Scripts to transfer data from the Xerces MySQL database to Oriole.
pipenv is used to manage python packages. Install it first and them install the packages
pipenv install
Xlint is used to check the XML format.
Xerces data are stored in MySQL in XML format. To extract the data, run the following:
Export data from MySQL:2yeR6cSdy3
mysql --user=xerxes --password -h mysql.mse.jhu.edu -e "SELECT data from xerxes.xerxes_databases;" > data.txt
mysql --user=xerxes --password -h mysql.mse.jhu.edu -e "SELECT subcat_2_db.database_id as database_id, cat.name AS catname, subcat.name AS subname FROM xerxes.xerxes_user_categories cat INNER JOIN xerxes.xerxes_user_subcategories subcat ON cat.id = subcat.category_id INNER JOIN xerxes.xerxes_user_subcategory_databases subcat_2_db ON subcat.id = subcat_2_db.subcategory_id WHERE cat.published = TRUE ORDER BY 2, 3, 1" > data/xerxes_tags.csv
Make it an XML and clean up
cat data.txt | tail -n +2 | sed 's/^<\?xml.*\?>\\n//' | sed 's/\&\#xD;//g' | sed 's/\\n//g' | sed 's/<!--[^>]*-->//g' | sed '1s/^/<?xml version="1.0"?><databases>/' | sed '$s/$/<\/databases>/' > data.xml
Check the format
xmllint --noout data.xml
Create .env
file and configure the environment variables. Follow the example in .env.example
.
Simply run the following:
pipenv run python load.py
- load.py: the main script to load data into Oriole
- publishers.py: the script to extract publisher data from Xerces data.

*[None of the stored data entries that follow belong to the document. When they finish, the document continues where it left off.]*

/** Whether signed permutations of slots leave anything of a tensor. Imports only types. */
import type { SlotSymmetry } from './theory.js';

/** Whether the group that they generate contains a permutation with both signs. The slots are few (MAX_SLOTS). */
export function vanishes(slots: number, generators: readonly SlotSymmetry[]): boolean {
  const identity = Array.from({ length: slots }, (_, i) => i);
  const signs = new Map<string, number>([[identity.join(), 1]]);
  const queue = [identity];
  for (let order = queue.pop(); order !== undefined; order = queue.pop()) {
    const sign = signs.get(order.join())!;
    for (const g of generators) {
      const next = g.places.map((place) => order![place]!);
      const known = signs.get(next.join());
      if (known === undefined) {
        signs.set(next.join(), sign * g.sign);
        queue.push(next);
      } else if (known !== sign * g.sign) return true;
    }
  }
  return false;
}
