/**
 * The way back from a character of a YAML scalar to its place in the file, for every scalar style. Invariant: folding and
 * chomping only touch white space, so the visible characters of the text and of the file correspond in order.
 */
import type { Passage } from './passage.js';
import type { Origin } from './theory.js';
import type { YamlText } from './yaml-source.js';

/** The scalar as a passage to parse; places are worked out only when asked for. */
export function passageOf(node: YamlText): Passage {
  let offsets: Int32Array | undefined;
  return {
    text: node.text,
    locate: (start, end) => {
      offsets ??= offsetsOf(node);
      return placeOf(node, offsets, start, end);
    },
  };
}

function placeOf(node: YamlText, offsets: Int32Array, start: number, end: number): Origin {
  const { file, source } = node.origin;
  if (node.text === '') return node.origin;
  const from = Math.min(Math.max(start, 0), node.text.length);
  const to = Math.min(Math.max(end, from), node.text.length);
  const first = from < node.text.length ? offsets[from]! : offsets[from - 1]! + 1;
  const last = to > from ? offsets[to - 1]! + 1 : first;
  return { file, source, start: first, end: Math.max(first, last) };
}

/** For every UTF-16 unit of the text, its offset in the file. */
function offsetsOf(node: YamlText): Int32Array {
  const { text, style, origin } = node;
  return style === 'literal'
    ? literalOffsets(text, origin)
    : alignVisible(text, visibleUnits(origin, style), origin.start);
}

/** Lines correspond one to one; only the indentation at their left and a carriage return at their right are gone. */
function literalOffsets(text: string, { source, start }: Origin): Int32Array {
  const offsets = new Int32Array(text.length);
  let sourceLine = source.indexOf('\n', start) + 1;
  let textLine = 0;
  while (textLine < text.length) {
    const newline = text.indexOf('\n', textLine);
    const textEnd = newline === -1 ? text.length : newline;
    let sourceEnd = source.indexOf('\n', sourceLine);
    if (sourceEnd === -1) sourceEnd = source.length;
    const next = sourceEnd + 1;
    if (source[sourceEnd - 1] === '\r') sourceEnd--;
    const shift = sourceEnd - textEnd;
    for (let i = textLine; i <= Math.min(textEnd, text.length - 1); i++) offsets[i] = i + shift;
    sourceLine = next;
    textLine = textEnd + 1;
  }
  return offsets;
}

const isBlank = (c: string): boolean => c === ' ' || c === '\t' || c === '\n' || c === '\r';

/** Offsets of the visible units of the scalar, in order, as they stand in the file. */
function visibleUnits(origin: Origin, style: YamlText['style']): number[] {
  const { source, start, end } = origin;
  const units: number[] = [];
  if (style === 'double') return doubleQuotedUnits(source, start + 1, end - 1);
  let from = start;
  let to = end;
  if (style === 'folded') from = source.indexOf('\n', start) + 1;
  if (style === 'single') [from, to] = [start + 1, end - 1];
  for (let i = from; i < to; i++) {
    if (style === 'single' && source[i] === "'") i++;
    if (!isBlank(source[i]!)) units.push(i);
  }
  return units;
}

const HEX_DIGITS: Readonly<Record<string, number>> = { x: 2, u: 4, U: 8 };
/** Escapes that stand for white space, or for nothing (an escaped line end). */
const BLANK_ESCAPES = 'nrt \t\n\r';

function doubleQuotedUnits(source: string, from: number, to: number): number[] {
  const units: number[] = [];
  let i = from;
  while (i < to) {
    const c = source[i]!;
    if (c !== '\\') {
      if (!isBlank(c)) units.push(i);
      i++;
      continue;
    }
    const kind = source[i + 1]!;
    const digits = HEX_DIGITS[kind] ?? 0;
    const decoded = digits === 0 ? '' : String.fromCodePoint(Number.parseInt(source.slice(i + 2, i + 2 + digits), 16));
    const blank = digits === 0 ? BLANK_ESCAPES.includes(kind) : isBlank(decoded);
    if (!blank) for (let n = 0; n < Math.max(1, decoded.length); n++) units.push(i);
    i += 2 + digits;
  }
  return units;
}

/** White space of the text is placed right after the visible unit before it. */
function alignVisible(text: string, visible: readonly number[], start: number): Int32Array {
  const offsets = new Int32Array(text.length);
  let next = 0;
  let last = start - 1;
  for (let i = 0; i < text.length; i++) {
    if (isBlank(text[i]!)) last++;
    else last = visible[next++] ?? last;
    offsets[i] = last;
  }
  return offsets;
}
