/**
 * Errors as data: a code, a place, what was expected and a hint. The command line renders them; nothing else prints.
 */
export interface Diagnostic {
  /** Stable kebab-case code, documented in docs/errors.md. */
  readonly code: string;
  readonly severity: 'error' | 'warning';
  /** One sentence without a full stop. */
  readonly message: string;
  /** What to do about it. */
  readonly hint?: string;
  readonly file?: string;
  /** The text in which start and end (UTF-16 offsets) lie; with it the rendering shows line, column and a caret. */
  readonly source?: string;
  readonly start?: number;
  readonly end?: number;
}

/** Thrown for input at fault; carries every diagnostic that was found. The command line turns it into exit code 1. */
export class InputError extends Error {
  readonly diagnostics: readonly Diagnostic[];
  constructor(diagnostics: readonly Diagnostic[]) {
    super(diagnostics.map((d) => d.message).join('; '));
    this.name = 'InputError';
    this.diagnostics = diagnostics;
  }
}
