/**
 * Conventions as a user declares them: the name of a preset, or a mapping from keys to choices, on top of a preset if it names
 * one. A file of conventions (rules/conventions, or the user's own) has a title and such a mapping.
 */
import { readdirSync, readFileSync } from 'node:fs';
import { CHOICES, CONVENTION_KEYS, type ConventionKey, type Conventions, INTERNAL } from './conventions.js';
import { type Diagnostic, errorAt, InputError } from './diagnostics.js';
import type { Passage } from './passage.js';
import { nearest } from './suggest.js';
import { ricciOf, torsionTraceOf } from './trace-formula.js';
import { asRecord, asText } from './yaml-shape.js';
import { readYaml, type YamlNode, type YamlText } from './yaml-source.js';
import { passageOf } from './yaml-text.js';

const FOLDER = new URL('../../rules/conventions/', import.meta.url);
const FILE_KEYS = { required: ['untwist-conventions', 'title', 'why', 'conventions'] };
const FORMULAS: Partial<Record<ConventionKey, (passage: Passage, so: Conventions) => string | undefined>> = {
  ricci: ricciOf,
  'torsion-trace': torsionTraceOf,
};
const FORMULA_HINTS: Partial<Record<ConventionKey, string>> = {
  ricci: 'write the trace with the indices in your order: "R^c_{acb}"; a, b are then the indices of R_{ab}',
  'torsion-trace': 'write the trace with the indices in your order: "T^b_{ab}"',
};

/** Names of the presets, in alphabetical order. */
export const conventionPresets = (): readonly string[] =>
  readdirSync(FOLDER)
    .filter((file) => file.endsWith('.yaml'))
    .map((file) => file.slice(0, -'.yaml'.length))
    .sort();

/** A preset; undefined when there is none of that name. @throws InputError when its file is at fault. */
export function presetConventions(name: string): Conventions | undefined {
  if (!conventionPresets().includes(name)) return undefined;
  return readConventionsFile(readFileSync(new URL(`${name}.yaml`, FOLDER), 'utf8'), `rules/conventions/${name}.yaml`);
}

/** The error of a preset that does not exist, `unknown-preset`, with what there is. */
export function unknownPreset(name: string): Pick<Diagnostic, 'code' | 'severity' | 'message' | 'hint'> {
  const presets = conventionPresets();
  const near = nearest(name, presets);
  const hint = near === undefined ? `the presets are ${presets.join(', ')}` : `did you mean ${near}?`;
  const message = `${JSON.stringify(name.slice(0, 40))} is not the name of a set of conventions`;
  return { code: 'unknown-preset', severity: 'error', message, hint };
}

/**
 * The conventions that a file describes: `untwist-conventions: 1`, a title, why they are used, and `conventions`.
 * @throws InputError with every fault found.
 */
export function readConventionsFile(text: string, file: string): Conventions {
  const problems: Diagnostic[] = [];
  const values = asRecord(readYaml(text, file), 'a file of conventions', FILE_KEYS, problems);
  for (const key of ['title', 'why']) {
    const node = values.get(key);
    if (node !== undefined) asText(node, key, problems);
  }
  const version = values.get('untwist-conventions');
  if (version !== undefined && asText(version, 'untwist-conventions', problems)?.text.trim() !== '1') {
    problems.push(
      errorAt(version.origin, 'bad-version', 'not a version of the file format', 'write untwist-conventions: 1'),
    );
  }
  const node = values.get('conventions');
  const conventions = node === undefined ? INTERNAL : readConventions(node, problems);
  if (problems.length > 0) throw new InputError(problems);
  return conventions;
}

/** The value of `conventions` in a file; faults are added to the problems and leave the internal choice. */
export function readConventions(node: YamlNode, problems: Diagnostic[]): Conventions {
  if (node.kind === 'text') return readPreset(node, problems);
  const keys = ['preset', ...CONVENTION_KEYS];
  const values = asRecord(node, 'conventions', { required: [], optional: keys }, problems);
  const preset = values.get('preset');
  let result = preset === undefined ? INTERNAL : readPreset(preset, problems);
  // The formulas come last: they are written in the index order that the other keys set.
  const inOrder = [...CONVENTION_KEYS].sort((a, b) => Number(a in FORMULAS) - Number(b in FORMULAS));
  for (const key of inOrder) {
    const value = values.get(key);
    const text = value === undefined ? undefined : asText(value, key, problems);
    if (text === undefined) continue;
    const choice = readChoice(key, text, result, problems);
    if (choice !== undefined) result = { ...result, [key]: choice };
  }
  return result;
}

function readPreset(node: YamlNode, problems: Diagnostic[]): Conventions {
  const name = asText(node, 'conventions', problems)?.text.trim();
  if (name === undefined) return INTERNAL;
  const preset = presetConventions(name);
  if (preset === undefined) {
    const { code, message, hint } = unknownPreset(name);
    problems.push(errorAt(node.origin, code, message, hint));
  }
  return preset ?? INTERNAL;
}

/** `+ - - -`, `(+,-,-,-)`, `+1`, `1`, `−1`, `8 pi G` in one spelling. */
function normalised(key: ConventionKey, typed: string): string {
  const text = typed.replace(/[−–]/g, '-').replace(/[\s,()]/g, '');
  if (CHOICES[key][1] === '-1') return /^(?:1|\+)$/.test(text) ? '+1' : text === '-' ? '-1' : text;
  return key === 'units' && /^8\\?piG$/.test(text) ? '8piG' : text;
}

function readChoice(key: ConventionKey, node: YamlText, so: Conventions, problems: Diagnostic[]): string | undefined {
  const formula = FORMULAS[key];
  let choice: string | undefined;
  if (formula === undefined) {
    const typed = normalised(key, node.text);
    choice = (CHOICES[key] as readonly string[]).find((known) => known === typed);
  } else {
    try {
      choice = formula(passageOf(node), so);
    } catch (error) {
      if (!(error instanceof InputError)) throw error;
      problems.push(...error.diagnostics);
      return undefined;
    }
  }
  if (choice === undefined) problems.push(fault(key, node));
  return choice;
}

function fault(key: ConventionKey, node: YamlText): Diagnostic {
  const typed = JSON.stringify(node.text.trim().slice(0, 40));
  if (key === 'signature') {
    return errorAt(node.origin, 'bad-signature', `${typed} is not a signature`, 'write "-+++" or "+---"');
  }
  const hint = FORMULA_HINTS[key] ?? `the choices are ${CHOICES[key].join(', ')}`;
  return errorAt(node.origin, 'bad-convention', `${typed} is not a choice for ${key}`, hint);
}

See jira:OR-137
- settings.py: Loading environment variables
- .env: environment variables used by the scripts
- data: Data directory
- data.txt, data.xml: data extracted from Xerces.
- fast_facets.txt: list of FAST facets
- fast_terms.txt: list of FAST terms
- oriole_map_db_to_terms.txt: mapping of FAST term to databases.